The weeks have gone on since that miserable January time, bringing but little change to Coastdown or to those in it. Robert Hunter rested in his grave, uninquired for--though as to the word "rested" more hereafter--and Cyril Thornycroft had never returned. Lady Ellis had died in Cheltenham only a week after she went back to it.
That Cyril\'s remaining away so long and his not writing was singular in the extreme, no one doubted. Mr. Thornycroft grew uneasy, saying over and over again that some accident must have happened to him. Richard, however, had his private theory on the point, which he did not tell to the world. He believed now that Cyril and Hunter had returned that night together; that Cyril had witnessed the deliberate shot, had put off to the ship, and in his condemnation of the act would not come home to the Red Court so long as he, Richard, was in it.
But Richard could not tell this to his father, and Mr. Thornycroft one morning suddenly ordered his son Isaac abroad--to France, to Holland, to Flanders--to every place and town, in fact, where there was the least probability of Cyril\'s being found. The illicit business they had been engaged in caused them to have relations with several places on the Continent, and Cyril might be at any one of them. Isaac had but now returned--returned as he went, neither seeing nor hearing aught of Cyril. It was beginning to be more than singular. Surely if Cyril were within postal bounds of communication with England, he would write!
The supposition, held from the first that he had gone off in the smuggling boats to the ship that night, and sailed with her on her homeward voyage, was far more probable than it might seem to strangers. Richard and Isaac had each done the same more than once; as, in his younger days had Mr. Thornycroft, thereby causing no end of alarm; to his wife. Cyril, it is true, was quite different in disposition, not at all given to wild rovings; but they had assumed the fact, and been easy. Richard, unwillingly, but with a view to ease her suspense, imparted the theory he had recently adopted to his sister; and she thought he might be right. As Mary Anne observed to her own heart, it was a miserable business altogether, looked at from any point.
No direct confidence had been reposed in Isaac. Richard shrank from it. Isaac had many estimable qualities, although he helped to cheat Her Majesty\'s revenue, and thought it glorious fun. But he could not avoid entertaining suspicions of his brother, and one day he asked a question. "Never mind," shortly replied Richard; "Hunter got his deserts." It was no direct avowal, but Isaac drew his own conclusions, and was awfully shocked. He was as different from Richard in mind, in disposition, in the view he took of things in general, as light is from dark. The blow to Isaac was dreadful. He could not, so to say, lift up his head from it; it lay on him like an incubus. Now, the coldness with which Anna had ever since treated him was explained, satisfactorily enough to his own mind. As a murderer\'s brother, her avoidance of him was only natural. No doubt she was overwhelmed with horror at being tied to him. If he could but have divined that she suspected him! But they were all going in for mistakes; Isaac amongst the rest.

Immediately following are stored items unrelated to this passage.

// addEst adds e to tol.Est when it is set.
func (tol Tol) addEst(e float64) {
	if tol.Est != nil {
		*tol.Est += math.Abs(e)
	}
}

// selfInductanceTerm is piece i's share of the inductance: its self term,
// the terms with the pieces it touches, Maxwell's formula with the circles
// coaxial with it, and the circulation along it of the vector potential of
// all other pieces.
func selfInductanceTerm(prims []Prim, i int, touch []int, a float64, mode WireCurrent, tol Tol, all *compiledSources, skip []bool) (float64, error) {
	p := prims[i]
	sum, err := selfTerm(p, a, mode, tol)
	if err != nil {
		return 0, err
	}
	tol.addEst(closedFormRounding * sum)
	for j := range skip {
		skip[j] = false
	}
	skip[i] = true
	for _, j := range touch {
		m, err := jointPair(p, prims[j], a, mode, tol)
		if err != nil {
			return 0, err
		}
		sum += m
		skip[j] = true
	}
	rest := 0
	for j, q := range prims {
		if skip[j] {
			continue
		}
		if ca, cb, d, ok := coaxialCircles(p, q); ok && d > 0 {
			m := math.Copysign(MaxwellMutual(ca, math.Abs(cb), d), cb)
			sum += m
			tol.addEst(closedFormRounding * m)
			skip[j] = true
			continue
		}
		// coaxial helices and arcs (the layers of a winding): one integral
		// each (coaxhelix.go) in place of the circulation of a numerically
		// integrated potential
		if m, ok, err := CoaxialHelicalMutual(p, q, tol); ok {
			if errors.Is(err, ErrOnWire) {
				return 0, errors.New("two pieces of the path cross or overlap; self-inductance needs a path that does not touch itself")
			}
			if err != nil {
				return 0, err
			}
			sum += m
			skip[j] = true
			continue
		}
		// a helix's potential is itself an integral along it; with a
		// piece whose potential is in closed form, Neumann's symmetry
		// lets the circulation run along the helix instead (one
		// integral in place of one inside another)
		if q.Kind == Helix && p.Kind != Helix {
			pa := Path{Prims: []Prim{p}}
			one := compile([]Source{{Path: pa, I: 1}})
			one.stop = tol.Stop
			m, err := lineIntegral(Path{Prims: []Prim{q}}, func(x Vec) (Vec, error) { return one.at(FieldA, x) }, tol, Mu0*q.Length())
			if errors.Is(err, ErrOnWire) {
				return 0, errors.New("two pieces of the path cross or overlap; self-inductance needs a path that does not touch itself")
			}
			if err != nil {
				return 0, err
			}
			tol.addEst(closedFormRounding * m)
			sum += m
			skip[j] = true
			continue
		}
		rest++
	}
	if rest == 0 {
		return sum, nil
	}
	fieldScale := Mu0 * p.Length()
	v, err := lineIntegral(Path{Prims: []Prim{p}}, func(x Vec) (Vec, error) { return all.atMasked(FieldA, x, skip) }, tol, fieldScale)
	if errors.Is(err, ErrOnWire) {
		return 0, errors.New("two pieces of the path cross or overlap; self-inductance needs a path that does not touch itself")
	}
	if err != nil {
		return 0, err
	}
	tol.addEst(closedFormRounding * v) // the closed-form potentials under the integral
	return sum + v, nil
}

// touchingPairs lists, for each primitive, the others it shares an end
// point with, using a grid of end points (linear in the number of pieces).
func touchingPairs(prims []Prim, scale float64) [][]int {
	cell := 10 * joinTol * scale
	key := func(x Vec) [3]int64 {
		return [3]int64{int64(math.Floor(x.X / cell)), int64(math.Floor(x.Y / cell)), int64(math.Floor(x.Z / cell))}
	}
	grid := map[[3]int64][]int{}
	for i, p := range prims {
		for _, x := range []Vec{p.Start(), p.End()} {
			k := key(x)
			if l := grid[k]; len(l) == 0 || l[len(l)-1] != i {
				grid[k] = append(grid[k], i)
			}
		}
	}
	out := make([][]int, len(prims))
	for i, p := range prims {
		seen := map[int]bool{i: true}
		for _, x := range []Vec{p.Start(), p.End()} {
			k := key(x)
			for dx := int64(-1); dx <= 1; dx++ {
				for dy := int64(-1); dy <= 1; dy++ {
					for dz := int64(-1); dz <= 1; dz++ {
						for _, j := range grid[[3]int64{k[0] + dx, k[1] + dy, k[2] + dz}] {
							if !seen[j] && touching(p, prims[j], scale) {
								seen[j] = true
								out[i] = append(out[i], j)
							}
						}
					}
				}
			}
		}
		sort.Ints(out[i])
	}
	return out
}

// touching reports whether two primitives share an end point.
func touching(p, q Prim, scale float64) bool {
	for _, x := range []Vec{p.Start(), p.End()} {
		for _, y := range []Vec{q.Start(), q.End()} {
			if near(x, y, scale) {
				return true
			}
		}
	}
	return false
}
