/**
 * The fonts every picture and PDF is drawn with, shipped in the repository so that text renders the same
 * on a machine with no fonts installed: DejaVu Sans, regular and bold (version 2.37 from Debian's
 * fonts-dejavu-core; the Bitstream Vera licence, which allows redistribution, is in LICENSE-DejaVu.txt).
 */
import { fileURLToPath } from 'node:url';

/** Family name the SVG figures ask for; the PNG renderer and the PDF map it to the files below. */
export const FIGURE_FONT_FAMILY = 'DejaVu Sans';

export const REGULAR_FONT_FILE = fileURLToPath(new URL('./DejaVuSans.ttf', import.meta.url));
export const BOLD_FONT_FILE = fileURLToPath(new URL('./DejaVuSans-Bold.ttf', import.meta.url));
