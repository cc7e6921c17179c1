/** Replies of a solver worker thread to the thread that started it. */
import type { SteadyFieldResult } from '../solver/drivers/types.ts';

export type WorkerReply =
  | { type: 'progress'; fractionDone: number; message: string }
  | { type: 'result'; result: SteadyFieldResult }
  | { type: 'error'; name: string; message: string };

As if the real sorrow, the never-ceasing apprehension under which some of them lived, were not enough to bear, rumours were about to arise of an unreal one.
On this evening, in early April, Miss Thornycroft was alone. As she paced her parlour, in the stately mourning robes of black silk and crape, ostensibly worn for her stepmother, the blight that had fallen on her spirit and her heart might be traced in her countenance. The untimely and dreadful fate of Robert Hunter, to whom she had been so passionately attached, was ever present to her; the false part she had played at the inquest reddened her brow with shame; the guilt of her brother Richard haunted her dreams. She would start up in fright from sleep, seeing the officers of justice coming to apprehend him; she would fancy sometimes she saw her father taken, preparatory to the illicit practices he had carried on being investigated before a criminal tribunal. Mingling with this--worse, if possible, than the rest--was the keenest weight of self-reproach. She could not hide from herself, and no longer tried to do it, that her own deliberate disobedience had brought it all about--all, all! But for flying in the face of her father\'s express commands, in not stopping the visit of Robert Hunter, he had been living now, and Richard\'s hand guiltless.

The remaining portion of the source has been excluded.